The second annual Olcott Garden Tour will be staffed by 20 homeowners, all eager to show the world that Olcott is still a great place to spend a lazy summer day.
The Saturday tour, a fundraiser for the Olcott Beach Carousel Park, is supported by Olcott and Newfane businesses, as well as gardeners.
For a $10 admission fee, tour-takers will receive a map detailing gardens on show, plus a hot dog for stopping at Moon Doggies, wine tasting at Kempville Wine Shoppe, an ice cream cone at Carousel Concessions, a ride and a game of skee ball at the carousel park, plus a goodie bag stuffed with brochures and light snacks.
Several Newfane-based gardening product vendors will set up shop near the Main Street gazebo too, in case tour-takers feel inspired by what they’re seeing around the hamlet.
“We’ve got lots of participation in this. We’re a small community trying to band together,” said Rosemary Sansone, president of the Olcott Beach Carousel Park Association. “We have a beautiful setting right on the lake; it looks pretty good. (The tour) gives people an opportunity to see another side of Olcott.”
The tour map, which contains the names and addresses of all showcasing gardeners, won’t be available to the public until Saturday morning. Hopefully, people not knowing ahead of time where they’re going encourages them to explore and really notice Olcott, tour co-organizer Jane Voelpel suggested.
Without disclosing too much, Voelpel did say the tour is organized with convenience to visitors in mind. Stops are grouped in such a way that “you won’t be in and out of your car 20 times. For most of the (stops), you’ll park once and be able to see several gardens.”
Seven of the 20 participating gardeners, including Sansone, are returnees who took part in the first tour last year.
Beverly Speller of East Lake Road is a first-time participant. Last year she judged her front-yard “moon garden” and various backyard beds too immature to be shown, but this year she, and they, are ready.

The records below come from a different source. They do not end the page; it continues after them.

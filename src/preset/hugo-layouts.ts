/**
 * The ids a Hugo site's layouts write into its single pages, read from the template files as
 * text (never run). A page of type T is rendered by the first `single.html` found in
 * `layouts/T/` then `layouts/_default/`, in the site's `layouts/` and then in each theme's or
 * imported module's; that template pulls in `baseof.html` (when it defines blocks), partials
 * (`partial "x.html"`, `partialCached`) and content views (`.Render "name"`, looked up the same
 * way as `single`). Of the `id="..."` attributes in those files:
 * - a literal id (`id="readout"`) is an id of every page the chain renders;
 * - an id computed by the template (`id="{{ $id }}"`) cannot be known without running it. When
 *   the file that computes it is the page type's own (under `layouts/T/`), fragment links to
 *   pages of that type are unknown, never broken. Computed ids in `_default/` templates and
 *   partials are on every page (menus, widgets): they are counted and said, not made unknown,
 *   so fragment checks are not silenced site-wide.
 * Pure: the site's files come in through `SiteFiles`.
 */
import type { LayoutIdsConfig } from '../config/config.js';
import type { SiteFiles } from './types.js';
import { dig, isRecord, str } from './util.js';

/** Layout folders that hold no page type's templates. */
const NOT_TYPES = new Set(['_default', 'partials', 'shortcodes', '_markup', '_internal']);
/** Template files followed from one page type's `single.html`, at most. */
const MAX_CHAIN = 200;
const LITERAL_ID = /(?<=[\s}])id\s*=\s*"([^"{}<>\s]+)"/g;
const COMPUTED_ID = /(?<=[\s}])id\s*=\s*"?[^"\s>]*\{\{/g;
const PARTIAL = /\bpartial(?:Cached)?\s+"([^"]+)"/g;
const RENDER = /\.Render\s+"([\w-]+)"/g;

/** What the layouts say about page ids. */
export interface HugoLayoutIds {
  /** One entry per page type with a folder, then `*` for the rest; empty when no layout was found. */
  readonly entries: LayoutIdsConfig[];
  /** Layout files (site-relative) under a type's folder that compute ids: their pages' fragments are unknown. */
  readonly computedFiles: readonly string[];
  /** Computed ids in shared templates (`_default/`, partials), not made unknown. */
  readonly sharedComputed: number;
}

/**
 * The layout folders Hugo reads, in lookup order: `layouts/`, then each theme (`theme`) and
 * imported module (`module.imports[].path`, from `_vendor/` when vendored, else `themes/`).
 */
export function hugoLayoutDirs(conf: Record<string, unknown>, files: SiteFiles): string[] {
  const dirs = ['layouts'];
  const themes = Array.isArray(conf.theme) ? conf.theme.filter((t): t is string => typeof t === 'string') : [str(conf.theme)].filter((t): t is string => t !== undefined);
  const imports = dig(conf, 'module', 'imports');
  const paths = Array.isArray(imports) ? imports.map((i) => (isRecord(i) ? str(i.path) : undefined)).filter((p): p is string => p !== undefined) : [];
  for (const name of [...themes, ...paths]) {
    for (const base of [`_vendor/${name}`, `themes/${name}`]) {
      if (files.exists(`${base}/layouts`)) {
        dirs.push(`${base}/layouts`);
        break;
      }
    }
  }
  return dirs.filter((d) => files.exists(d));
}

/**
 * Read the ids the layouts write.
 * @param dirs the layout folders, in lookup order (`hugoLayoutDirs`)
 * @param files the site's files
 */
export function readHugoLayoutIds(dirs: readonly string[], files: SiteFiles): HugoLayoutIds {
  const texts = new Map<string, string | null>();
  const read = (path: string): string | null => {
    let t = texts.get(path);
    if (t === undefined) {
      const raw = files.read(path);
      t = raw === null ? null : stripComments(raw);
      texts.set(path, t);
    }
    return t;
  };
  const template = (type: string | null, name: string): string | null => {
    for (const folder of type === null ? ['_default'] : [type, '_default']) {
      for (const dir of dirs) {
        const path = `${dir}/${folder}/${name}.html`;
        if (read(path) !== null) return path;
      }
    }
    return null;
  };
  const partial = (name: string): string | null => {
    const file = /\.[a-z]+$/.test(name) ? name : `${name}.html`;
    for (const dir of dirs) if (read(`${dir}/partials/${file}`) !== null) return `${dir}/partials/${file}`;
    return null;
  };
  const chain = (type: string | null): string[] => {
    const single = template(type, 'single');
    if (single === null) return [];
    const out: string[] = [];
    const queue = [single];
    const seen = new Set<string>();
    while (queue.length > 0 && out.length < MAX_CHAIN) {
      const path = queue.shift() as string;
      if (seen.has(path)) continue;
      seen.add(path);
      out.push(path);
      const text = read(path) ?? '';
      if (path === single && /\{\{-?\s*define\s+"/.test(text)) {
        const base = template(type, 'baseof');
        if (base !== null) queue.push(base);
      }
      for (const m of text.matchAll(PARTIAL)) {
        const p = partial(m[1]);
        if (p !== null) queue.push(p);
      }
      for (const m of text.matchAll(RENDER)) {
        const v = template(type, m[1]);
        if (v !== null) queue.push(v);
      }
    }
    return out;
  };

  const types = new Set<string>();
  for (const dir of dirs) {
    for (const f of files.files(dir, 5000)) {
      const rest = f.slice(dir.length + 1);
      const cut = rest.indexOf('/');
      if (cut > 0 && !NOT_TYPES.has(rest.slice(0, cut))) types.add(rest.slice(0, cut));
    }
  }
  const entries: LayoutIdsConfig[] = [];
  const computedFiles = new Set<string>();
  let sharedComputed = 0;
  const entryOf = (type: string | null): LayoutIdsConfig | null => {
    const files = chain(type);
    if (files.length === 0) return null;
    const ids = new Set<string>();
    let computed = false;
    for (const path of files) {
      const text = read(path) ?? '';
      for (const m of text.matchAll(LITERAL_ID)) ids.add(m[1]);
      const n = [...text.matchAll(COMPUTED_ID)].length;
      if (n === 0) continue;
      if (type !== null && `/${path}`.includes(`/layouts/${type}/`)) {
        computed = true;
        computedFiles.add(path);
      } else if (type === null) sharedComputed += n;
    }
    return { type: type ?? '*', ids: [...ids].sort(), computed };
  };
  const fallback = entryOf(null);
  for (const type of [...types].sort()) {
    const e = entryOf(type);
    if (e !== null && (fallback === null || e.computed || e.ids.join('\n') !== fallback.ids.join('\n'))) entries.push(e);
  }
  if (fallback !== null && (fallback.ids.length > 0 || entries.length > 0)) entries.push(fallback);
  return { entries, computedFiles: [...computedFiles].sort(), sharedComputed };
}

/** Template text without HTML comments and template comments (ids there are not written). */
function stripComments(text: string): string {
  return text.replace(/<!--[\s\S]*?-->/g, '').replace(/\{\{-?\s*\/\*[\s\S]*?\*\/\s*-?\}\}/g, '');
}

Speller’s moon garden is so named because it consists of all-white flowers, including roses and phlox, that seem to glow at night. Her “purple garden” is just what it sounds like.
“I love color in my flower beds, but on a whim a couple years ago I started developing this white garden ... and it’s coming out very nicely. I don’t see anything else like it,” she said. “It’s kind of interesting when you take a color, give it a bed and just go with it.”
Another first-time participant, Lloyd Minekime, is opening up his East Avenue, Newfane, homestead to show the fruits of a lifetime labor of love.
There’s no theme or scheme driving Minekime’s plots, he said; what you see in bloom around his home is whatever caught his eye at the local stands or was given to him by a friend; sometimes it’s a specimen he sought out purposely because he remembers it growing in his parents’ and grandparents’ gardens long ago.
Day lilies, hosta, hollyhocks, poppies, cone flowers, jade, firs, vegetables and old-fashioned annuals are planted wherever they’ll grow. Minekime isn’t partial to one over the others, although he speaks rather proudly of a “very old” spike — a leafy plant usually treated as an annual — that’s grown to 7 feet tall and looks like a palm tree.
“I’ve been gardening for many, many years,” he said. “I started out when I was a kid. My grandmother had a garden and she gave me a 2-by-4 plot. I’d stick in whatever was left over from her garden. It’s in my blood.”
Tickets for the garden tour go on sale at 10 a.m. Saturday at the Main Street, Olcott, gazebo. Official touring hours are 11 a.m. to 5 p.m.